Parçalamanın Geleceği: Postgresql
Gelecek için bir plan yapın. Bir parçalama çözümü dağıtmak yalnızca mümkün değil, aynı zamanda gerekli bir adımdır. Sürecin bir parçası olarak, düzenli olarak ayarlama ve optimizasyon yapılması gerekir. Günümüzün parçalama çözümlerinin hızla geliştiğinin farkında olmalı ve güncel bilgileri takip etmelisiniz. PostgreSQL, son birkaç yılda parçalama alanında önemli ilerleme kaydetti, bu nedenle, birden çok platformda kullanılabilecek bir çözüm istiyorsanız, kullanmayı ciddi olarak düşünmelisiniz.
Nosql Parçalama ve Bölümleme
Büyük bir veri kümesini daha küçük bölümlere ayırmak için bölümleme ve algoritmalar benzerdir. Veriler, birçok bilgisayara yayılabilmesi için bölümlenirken, parçalama, birden çok bilgisayara dağıtılmasına izin verir. Genel olarak, bölümlenen veriler, tek bir veritabanı örneğine göre alt kümelere bölünür.
Çıkarma yoluyla bölümleme, yatay bölümlemeye ek olarak bir tür bölümlemedir. Başka bir yöntem, bir tabloyu daha küçük parçalara böldüğünüz dikey bölümlemedir. Dikey bir bölümü çoğalttığınızda buna dikey bölümleme denir. Verileri bölmek için şemayı kopyalayın ve ardından bir parça anahtarı kullanın.

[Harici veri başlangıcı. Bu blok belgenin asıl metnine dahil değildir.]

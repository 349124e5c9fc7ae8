import { DataTypes, type QueryInterface } from "sequelize";

/** Deposit payments of accepted proposals; a row becomes paid only from a verified webhook. */
export async function up(qi: QueryInterface) {
  await qi.createTable("payments", {
    id: { type: DataTypes.INTEGER.UNSIGNED, autoIncrement: true, primaryKey: true },
    company_id: { type: DataTypes.INTEGER.UNSIGNED, allowNull: false, references: { model: "companies", key: "id" }, onDelete: "RESTRICT" },
    proposal_id: { type: DataTypes.INTEGER.UNSIGNED, allowNull: false, references: { model: "proposals", key: "id" }, onDelete: "RESTRICT" },
    job_id: { type: DataTypes.INTEGER.UNSIGNED, allowNull: false, references: { model: "jobs", key: "id" }, onDelete: "RESTRICT" },
    kind: { type: DataTypes.ENUM("deposit"), allowNull: false, defaultValue: "deposit" },
    amount_cents: { type: DataTypes.BIGINT, allowNull: false },
    currency: { type: DataTypes.CHAR(3), allowNull: false, defaultValue: "usd" },
    status: { type: DataTypes.ENUM("pending", "paid", "failed", "expired"), allowNull: false, defaultValue: "pending" },
    provider_session_id: { type: DataTypes.STRING(255), allowNull: true, unique: true },
    provider_payment_intent_id: { type: DataTypes.STRING(255), allowNull: true },
    paid_at: { type: DataTypes.DATE, allowNull: true },
    last_error: { type: DataTypes.STRING(1000), allowNull: true },
    created_at: { type: DataTypes.DATE, allowNull: false },
    updated_at: { type: DataTypes.DATE, allowNull: false },
  });
  await qi.addIndex("payments", ["proposal_id", "status"], { name: "payments_proposal" });
  await qi.addIndex("payments", ["provider_payment_intent_id"], { name: "payments_intent" });
}

export async function down(qi: QueryInterface) {
  await qi.dropTable("payments");
}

Bir tabloyu bölmenin ne zaman uygun olduğuna dair bazı örnekler. Veriler bölümlendiğinde, sorguları gerçekleştirmek genellikle daha kolaydır. Bir uygulamanın, siparişlerin geçmiş kaydını içeren bir Sipariş tablosu içerdiğini ve bu tablonun her hafta bölümlendiğini varsayalım. Bir haftalık emir talep ettiğinizde, Emirler tablosunun sadece bir bölümüne erişebileceksiniz. Bu sorgu için bir bölüm budama prosedürü teorik olarak 100 kat daha hızlı çalışmasını sağlayabilir.